= TASK TO COMPLETE =
Here are some records; copy every line that holds the word "useMemo".

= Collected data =
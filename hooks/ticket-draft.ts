/**
 * What stands on a ticket: the texts as typed, the choices, and where the market data came from.
 * Pure, so that the same steps can be tested, stored and replayed; `ticket-terms.ts` reads it.
 */
import { z } from 'zod';
import Decimal from 'decimal.js';
import type { Market } from '@/pricing/contract';
import { directionSchema, type Quote } from '@/shared/contracts/quotes';
import { exerciseSchema, optionKindSchema } from '@/shared/contracts/pricing';
import type { Underlying } from '@/shared/contracts/underlyings';
import { numberText, parseDecimal, percentText } from '@/shared/format/parse';

export const ticketTextFields = [
  'strike',
  'expiry',
  'spot',
  'volatility',
  'rate',
  'yield',
  'quantity',
  'contractSize',
] as const;
export type TicketTextField = (typeof ticketTextFields)[number];

const textsSchema = z.record(z.enum(ticketTextFields), z.string());

const marketTextsSchema = z.object({
  spot: z.string(),
  volatility: z.string(),
  rate: z.string(),
  yield: z.string(),
});
type MarketTexts = z.infer<typeof marketTextsSchema>;
export type MarketTextField = keyof MarketTexts;

const sourceSchema = z.discriminatedUnion('kind', [
  z.object({ kind: z.literal('close'), date: z.string(), texts: marketTextsSchema }),
  z.object({ kind: z.literal('quote'), number: z.string() }),
  z.object({ kind: z.literal('typed') }),
]);

export const ticketDraftSchema = z.object({
  underlyingId: z.string().nullable(),
  direction: directionSchema,
  kind: optionKindSchema,
  exercise: exerciseSchema,
  texts: textsSchema,
  note: z.string(),
  /** Where the market data that the ticket began with came from. */
  source: sourceSchema,
});
export type TicketDraft = z.infer<typeof ticketDraftSchema>;

export const emptyTicket: TicketDraft = {
  underlyingId: null,
  direction: 'sell',
  kind: 'put',
  exercise: 'european',
  texts: {
    strike: '',
    expiry: '3m',
    spot: '',
    volatility: '',
    rate: '',
    yield: '',
    quantity: '1',
    contractSize: '',
  },
  note: '',
  source: { kind: 'typed' },
};

export type TicketAction =
  | { type: 'open'; underlyings: readonly Underlying[] }
  | { type: 'choose-underlying'; underlying: Underlying }
  | { type: 'use-close'; underlying: Underlying }
  | { type: 'use-quote'; quote: Quote }
  | { type: 'type'; field: TicketTextField; text: string }
  | { type: 'step'; field: TicketTextField; steps: number }
  | { type: 'note'; text: string }
  | { type: 'choose-direction'; direction: TicketDraft['direction'] }
  | { type: 'choose-kind'; kind: TicketDraft['kind'] }
  | { type: 'choose-exercise'; exercise: TicketDraft['exercise'] };

/** The largest of 1, 2, 5 times a power of ten that is not above the size. */
function roundStep(size: number): Decimal {
  const [digits, exponent] = size.toExponential().split('e');
  const lead = Number(digits);
  const round = lead >= 5 ? 5 : lead >= 2 ? 2 : 1;
  return new Decimal(`${round}e${exponent}`);
}

/** A strike near the money as people quote one: 212.40 → 210.00, 1.0842 → 1.08. */
export function strikeNear(spot: number, priceDecimals: number): string {
  const step = roundStep(spot / 40);
  const strike = new Decimal(spot).div(step).round().times(step);
  return strike.toFixed(Math.max(priceDecimals, strike.decimalPlaces()));
}

export const marketTexts = (market: Market, priceDecimals: number): MarketTexts => ({
  spot: numberText(market.spot, priceDecimals),
  volatility: percentText(market.volatility, 1),
  rate: percentText(market.rate, 2),
  yield: 'carry' in market ? '' : percentText(market.yield, 2),
});

const noMarketTexts: MarketTexts = { spot: '', volatility: '', rate: '', yield: '' };

function withClose(draft: TicketDraft, underlying: Underlying): TicketDraft {
  const { close, priceDecimals } = underlying;
  const market = close ? marketTexts(close.market, priceDecimals) : noMarketTexts;
  return {
    ...draft,
    texts: { ...draft.texts, ...market },
    source: close ? { kind: 'close', date: close.date, texts: market } : { kind: 'typed' },
  };
}

/** What the close says at a market field that has been changed since; null where it still stands. */
export function closeTextBeside({ source, texts }: TicketDraft, field: MarketTextField) {
  if (source.kind !== 'close' || source.texts[field] === '') return null;
  return isSameNumber(source.texts[field], texts[field]) ? null : source.texts[field];
}

function isSameNumber(a: string, b: string): boolean {
  const [one, other] = [parseDecimal(a), parseDecimal(b)];
  return one.ok && other.ok && one.value === other.value;
}

/** Whether a later close than the ticket's is approved. */
export const hasNewerClose = ({ source }: TicketDraft, { close }: Underlying): boolean =>
  close !== null &&
  (source.kind === 'typed' || (source.kind === 'close' && close.date > source.date));

/** Whether the market still reads as the close gave it, so that a later one may take its place. */
const isUntouched = ({ source, texts }: TicketDraft): boolean =>
  source.kind === 'close' &&
  marketFields.every(
    (field) =>
      source.texts[field] === texts[field] || isSameNumber(source.texts[field], texts[field]),
  );

const marketFields: readonly MarketTextField[] = ['spot', 'volatility', 'rate', 'yield'];

/**
 * A ticket as it is opened: with an underlying, and with the last approved close unless the person
 * had changed the market. The first of the list stands in for one that is no longer there.
 */
export function openTicket(draft: TicketDraft, underlyings: readonly Underlying[]): TicketDraft {
  const chosen = underlyings.find(({ id }) => id === draft.underlyingId);
  if (chosen && hasNewerClose(draft, chosen) && isUntouched(draft)) return withClose(draft, chosen);
  if (chosen) return draft;
  const first = underlyings.find(({ close }) => close !== null) ?? underlyings.at(0);
  return first ? withUnderlying(draft, first) : draft;
}

function withUnderlying(draft: TicketDraft, underlying: Underlying): TicketDraft {
  const { close, priceDecimals, contractSize } = underlying;
  const strike = close ? strikeNear(close.market.spot, priceDecimals) : '';
  const texts = { ...draft.texts, strike, contractSize: new Decimal(contractSize).toFixed() };
  return withClose({ ...draft, underlyingId: underlying.id, texts }, underlying);
}

function withQuote(draft: TicketDraft, quote: Quote): TicketDraft {
  const { underlying, market, direction, kind, exercise } = quote;
  const { priceDecimals } = underlying;
  const strike = new Decimal(quote.strike);
  return {
    ...draft,
    underlyingId: underlying.id,
    direction,
    kind,
    exercise,
    texts: {
      ...marketTexts(market, priceDecimals),
      strike: strike.toFixed(Math.max(priceDecimals, strike.decimalPlaces())),
      expiry: quote.expiryDate,
      quantity: new Decimal(quote.quantity).toFixed(),
      contractSize: new Decimal(quote.contractSize).toFixed(),
    },
    note: '',
    source: { kind: 'quote', number: quote.number },
  };
}

const fixedSteps: Partial<Record<TicketTextField, string>> = {
  volatility: '0.1',
  rate: '0.05',
  yield: '0.05',
  quantity: '1',
  contractSize: '1',
};

/** The text moved by arrow keys: a tenor by one, a price by about half a percent, the rest as quoted. */
export function stepText(field: TicketTextField, text: string, steps: number): string {
  if (field === 'expiry') return stepTenor(text, steps);
  const number = parseDecimal(text.replace('%', ''));
  if (!number.ok) return text;
  const value = new Decimal(number.value);
  const fixed = fixedSteps[field];
  if (!fixed && value.lte(0)) return text;
  const step = fixed ? new Decimal(fixed) : roundStep(value.toNumber() / 200);
  const moved = value.plus(step.times(steps));
  // Rates and yields may pass below nought; nothing else may reach it.
  if (field !== 'rate' && field !== 'yield' && moved.lte(0)) return text;
  const typedDecimals = number.value.split('.')[1]?.length ?? 0;
  const shownDecimals = /[.,](\d+)/.exec(text)?.[1].length ?? 0;
  return moved.toFixed(Math.max(typedDecimals, shownDecimals, step.decimalPlaces()));
}

function stepTenor(text: string, steps: number): string {
  const tenor = /^(\d{1,3})\s*([dwmy])$/i.exec(text.trim());
  if (!tenor) return text;
  return `${Math.max(1, Number(tenor[1]) + steps)}${tenor[2]}`;
}

export function ticketReducer(draft: TicketDraft, action: TicketAction): TicketDraft {
  const type = (field: TicketTextField, text: string): TicketDraft => ({
    ...draft,
    texts: { ...draft.texts, [field]: text },
  });
  switch (action.type) {
    case 'open':
      return openTicket(draft, action.underlyings);
    case 'choose-underlying':
      return withUnderlying(draft, action.underlying);
    case 'use-close':
      return withClose(draft, action.underlying);
    case 'use-quote':
      return withQuote(draft, action.quote);
    case 'type':
      return type(action.field, action.text);
    case 'step':
      return type(action.field, stepText(action.field, draft.texts[action.field], action.steps));
    case 'note':
      return { ...draft, note: action.text };
    case 'choose-direction':
      return { ...draft, direction: action.direction };
    case 'choose-kind':
      return { ...draft, kind: action.kind };
    case 'choose-exercise':
      return { ...draft, exercise: action.exercise };
  }
}
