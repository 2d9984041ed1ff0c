import { useLocalSearchParams, useRouter } from 'expo-router';
import { useCallback, useMemo } from 'react';
import { verdicts } from '@/pricing/contract';
import { sortDirections, statusFilters, tradeSorts } from '@/shared/contracts/trades';
import type { TradeFilter } from './use-trades';

const oneOf = <Choice extends string>(choices: readonly Choice[], text: string | undefined) =>
  choices.find((choice) => choice === text) ?? null;

type Params = Partial<
  Record<'search' | 'status' | 'verdict' | 'underlying' | 'sort' | 'way', string>
>;

/** Filters and order of a list of trades, in the address: a link opens the same view. */
export function useTradeFilter(bookId: string | null) {
  const router = useRouter();
  const { search, status, verdict, underlying, sort, way } = useLocalSearchParams<Params>();
  const filter = useMemo(
    (): TradeFilter => ({
      bookId,
      search: search ?? '',
      status: oneOf(statusFilters, status),
      verdict: oneOf(verdicts, verdict),
      underlyingId: underlying ?? null,
      sort: oneOf(tradeSorts, sort) ?? 'number',
      direction: oneOf(sortDirections, way) ?? 'descending',
    }),
    [bookId, search, status, verdict, underlying, sort, way],
  );
  const onFilter = useCallback(
    (change: Partial<TradeFilter>) => {
      const next = { ...filter, ...change };
      router.setParams({
        search: next.search || undefined,
        status: next.status ?? undefined,
        verdict: next.verdict ?? undefined,
        underlying: next.underlyingId ?? undefined,
        sort: next.sort,
        way: next.direction,
      });
    },
    [router, filter],
  );
  return { filter, onFilter };
}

= THE COMPLETED TASK =
import { useCallback, useMemo } from 'react';
  const filter = useMemo(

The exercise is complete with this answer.